A special forum on critical issues in cosmology in celebraton of Princeton University's 250th birthday.The proceedings of this conference, held as part of Princeton University's 250th birthday celebrations, features lectures and discussions by many of the world's leading scientists on the status and future of modern cosmology.The volume offers the non-specialist a fascinating insight into the current status of cosmology and the issues of contention at the research frontiers of the science. It constitutes the proceedings of a special conference, held as part of Princeton University's 250 birthday celebrations, featuring lectures and discussions by many of the world's leading scientists on the status and future of modern cosmology. The volume is based on the format of a series of debates in which a range of conventional wisdom is reviewed, defended and critcised by renowned specialists in each field.The technical level of the volume is accessible to a very broad audience of non-specialists. This innovative exchange of ideas at the cutting edge of cosmology therefore offers an unusual opportunity for the average reader to savour the excitement of probing into the ultimate secrets of the universe.
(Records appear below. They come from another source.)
"""A target as people ask for it: options as text, read and held against each other."""

from __future__ import annotations

import math
from collections.abc import Mapping

from ..errors import InputError
from ..values import (
    SERIES,
    Tolerance,
    format_quantity,
    parse_quantity,
    parse_tolerance,
    values_between,
)
from .target import CAPACITORS, KEEP, KINDS, MOST_SECTIONS, RESISTORS, Kind, Parts, Target

Given = Mapping[str, str | int | None]

_UNITS = {
    "cutoff": "Hz", "lower": "Hz", "upper": "Hz", "at": "Hz", "carrier": "Hz", "attenuation": "dB",
    "ripple": "V", "supply": "V", "settling": "s", "bounce": "s", "source": "ohm", "load": "ohm",
}  # fmt: skip
_WANTS: dict[str, tuple[str, ...]] = {
    "lowpass": ("cutoff", "attenuation", "at"),
    "highpass": ("cutoff", "attenuation", "at"),
    "bandpass": ("lower", "upper"),
    "smoothing": ("ripple", "settling", "carrier", "supply"),
    "debounce": ("bounce", "supply", "thresholds"),
}
_SAYS = {
    "lowpass": "Give --cutoff, or --attenuation with --at, or all three",
    "highpass": "Give --cutoff, or --attenuation with --at, or all three",
    "bandpass": "Give --lower and --upper",
    "smoothing": "Give --ripple, --settling, --carrier and --supply",
    "debounce": "Give --bounce, --supply and --thresholds LOW,HIGH",
}
# The tolerance each series is named after. (Custom, not part of IEC 60063.)
_CUSTOMARY = {"E3": 0.2, "E6": 0.2, "E12": 0.1, "E24": 0.05, "E48": 0.02, "E96": 0.01, "E192": 0.005}
_MOST_VALUES = 3000
_MOST_KEPT = 100
# Beyond what any RC network does, and within what products of six of its numbers leave of a double's.
_LIMITS = {"Hz": (1e-9, 1e15), "s": (1e-15, 1e9), "V": (1e-9, 1e9), "dB": (1e-3, 1e3), "ohm": (1e-6, 1e15)}
# Far beyond any part; within, no product of six of them leaves the numbers a double holds.
_SMALLEST, _LARGEST = {"ohm": 1e-3, "F": 1e-15}, {"ohm": 1e12, "F": 1e3}


def read_target(kind: str, given: Given) -> Target:
    """The target that options describe.

    given: the options by name, `-` as `_`, as text; None or absent where one is not given
    Raises InputError (QuantityError for a number that cannot be read) with the remedy.
    """
    if kind not in KINDS:
        raise InputError(
            f"{kind!r} is no kind of circuit that can be designed.", remedy=f"Kinds: {', '.join(KINDS)}."
        )
    texts = {name: str(value) for name, value in given.items() if value is not None}
    _refuse_strangers(kind, texts)
    numbers = {name: _number(name, texts[name]) for name in _UNITS if name in texts}
    target = Target(
        kind,
        _parts(texts, "", "resistors", "E24", RESISTORS),
        _parts(texts, "capacitor_", "capacitors", "E12", CAPACITORS),
        _sections(kind, texts),
        _whole(texts, "keep", KEEP, _MOST_KEPT),
        **numbers,
    )
    return _sensible(target if "thresholds" not in texts else _with_thresholds(target, texts["thresholds"]))


def option(name: str) -> str:
    """An option's name as it is typed."""
    return f"--{name.replace('_', '-')}"


def _refuse_strangers(kind: Kind, texts: Mapping[str, str]) -> None:
    wanted = _WANTS[kind]
    for other in sorted({name for names in _WANTS.values() for name in names} - set(wanted)):
        if other in texts:
            raise InputError(f"{option(other)} does not go with {kind}.", remedy=f"{_SAYS[kind]}.")
    missing = [name for name in wanted if name not in texts]
    if kind in ("lowpass", "highpass"):
        if len({"attenuation", "at"} & texts.keys()) == 1:
            raise InputError("--attenuation and --at go together.", remedy=f"{_SAYS[kind]}.")
        missing = [] if {"cutoff", "at"} & texts.keys() else ["cutoff"]
    if missing:
        raise InputError(
            f"{kind} needs {' and '.join(option(name) for name in missing)}.", remedy=f"{_SAYS[kind]}."
        )


def _number(name: str, text: str) -> float:
    value = parse_quantity(text, _UNITS[name], option(name))
    if (name == "source" and value == 0) or (name == "load" and value == math.inf):
        return value
    low, high = _LIMITS[_UNITS[name]]
    if not low <= value <= high:
        ends = f"{format_quantity(low, _UNITS[name])} to {format_quantity(high, _UNITS[name])}"
        also = "0, or " if name == "source" else ""
        raise InputError(f"{option(name)} is {text!r}.", remedy=f"Give {also}{ends}.")
    return value


def _whole(texts: Mapping[str, str], name: str, default: int, most: int) -> int:
    text = texts.get(name, str(default))
    if not text.isascii() or not text.isdigit() or len(text) > 9 or not 1 <= int(text) <= most:
        raise InputError(f"{option(name)} is {text!r}.", remedy=f"Give a whole number from 1 to {most}.")
    return int(text)


def _sections(kind: Kind, texts: Mapping[str, str]) -> int | None:
    if "sections" not in texts:
        return None
    most = MOST_SECTIONS[kind]
    if kind == "bandpass" and texts["sections"] != "2":
        raise InputError(
            f"--sections is {texts['sections']!r}, and a band-pass has two: a high-pass and a low-pass one.",
            remedy="Leave --sections out.",
        )
    return _whole(texts, "sections", 1, most)


# ---------------------------------------------------------------------- parts


def _parts(
    texts: Mapping[str, str], prefix: str, ranged: str, series: str, default: tuple[float, float]
) -> Parts:
    unit = "ohm" if ranged == "resistors" else "F"
    name = texts.get(f"{prefix}series", series)
    known = {each.upper(): each for each in SERIES}
    if name.upper() not in known:
        raise InputError(
            f"{option(f'{prefix}series')} is {name!r}, which is no series of preferred values (IEC 60063).",
            remedy=f"Known: {', '.join(SERIES)}.",
        )
    name = known[name.upper()]
    low, high = _pair(texts[ranged], unit, option(ranged)) if ranged in texts else default
    if not (_SMALLEST[unit] <= low <= high <= _LARGEST[unit]):
        raise InputError(
            f"{option(ranged)} runs from {format_quantity(low, unit)} to {format_quantity(high, unit)}.",
            remedy=f"Put the lower end first, within {format_quantity(_SMALLEST[unit], unit)} to "
            f"{format_quantity(_LARGEST[unit], unit)}.",
        )
    count = len(values_between(low, high, name))
    if not 1 <= count <= _MOST_VALUES:
        raise InputError(
            f"{option(ranged)}: {name} has {count} values from {format_quantity(low, unit)} to "
            f"{format_quantity(high, unit)}.",
            remedy=f"Let the range hold 1 to {_MOST_VALUES}.",
        )
    return Parts(name, low, high, _tolerance(texts.get(f"{prefix}tolerance"), prefix, name))


def _tolerance(text: str | None, prefix: str, series: str) -> Tolerance:
    if text is None:
        return Tolerance(-_CUSTOMARY[series], _CUSTOMARY[series])
    kind = "C" if prefix else "R"
    bare = text.strip().replace(".", "", 1)
    # A bare 5 is meant as 5 %, and would otherwise be read as five hundred.
    found = parse_tolerance(f"{text}%" if bare.isascii() and bare.isdigit() else text, kind=kind)
    if found.low < -0.9 or found.high > 9:
        raise InputError(
            f"{option(f'{prefix}tolerance')} is {text!r}.", remedy="Give at most -90 % and +900 %."
        )
    return found


def _pair(text: str, unit: str, what: str) -> tuple[float, float]:
    words = [word.strip() for word in text.split(",")]
    if len(words) != 2:
        raise InputError(f"{what} is {text!r}.", remedy="Give two values with one comma between, LOW,HIGH.")
    low, high = (parse_quantity(word, unit, what) for word in words)
    return low, high


# ---------------------------------------------------------------------- one option against another


def _with_thresholds(target: Target, text: str) -> Target:
    from dataclasses import replace

    low, high = _pair(text, "V", "--thresholds")
    assert target.supply is not None
    if not 0 < low < high < target.supply:
        raise InputError(
            f"--thresholds {text!r} and --supply {format_quantity(target.supply, 'V')} do not fit: "
            "the output moves between 0 V and the supply and must cross both.",
            remedy="Give 0 < LOW < HIGH < supply.",
        )
    return replace(target, low=low, high=high)


def _sensible(target: Target) -> Target:
    """The target unless two of its options contradict each other."""
    cutoff, at, attenuation = target.cutoff, target.at, target.attenuation
    if cutoff is not None and at is not None and attenuation is not None:
        low = target.kind == "lowpass"
        if (at <= cutoff) if low else (at >= cutoff):
            side = "above" if low else "below"
            raise InputError(
                f"--at {format_quantity(at, 'Hz')} is not {side} --cutoff {format_quantity(cutoff, 'Hz')}: "
                f"a {target.kind} filter passes it.",
                remedy=f"Ask for attenuation {side} the cutoff.",
            )
    if target.lower is not None and target.upper is not None and target.lower >= target.upper:
        raise InputError(
            f"--lower {format_quantity(target.lower, 'Hz')} is not below "
            f"--upper {format_quantity(target.upper, 'Hz')}.",
            remedy="Exchange them.",
        )
    if target.ripple is not None and target.supply is not None and target.ripple >= target.supply:
        raise InputError(
            f"--ripple {format_quantity(target.ripple, 'V')} is no less than "
            f"--supply {format_quantity(target.supply, 'V')}.",
            remedy="The signal itself has no more ripple than that: ask for less.",
        )
    return target


__all__ = ["option", "read_target"]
Neil Geoffrey Turok is a South African physicist, and the Director of Perimeter Institute for Theoretical Physics. His work has been in the area of mathematical physics and early universe physics, including the cosmological constant and a cyclic model for the universe.
Turok was born in Johannesburg, South Africa, to Mary (Butcher) and Latvian-born Ben Turok, who were activists in the anti-apartheid movement and the African National Congress. After graduating from Churchill College, Cambridge, Turok gained his doctorate from Imperial College, London, under the supervision of Professor David Olive, one of the inventors of superstring theory. After a postdoctoral post at Santa Barbara, he was an associate scientist at Fermilab, Chicago. In 1992 he was awarded the Maxwell medal of the Institute of Physics for his contributions to theoretical physics. In 1994 he was appointed Professor of Physics at Princeton University, then held the Chair of Mathematical Physics at the University of Cambridge starting in 1997. He was appointed Director of the Perimeter Institute in 2008.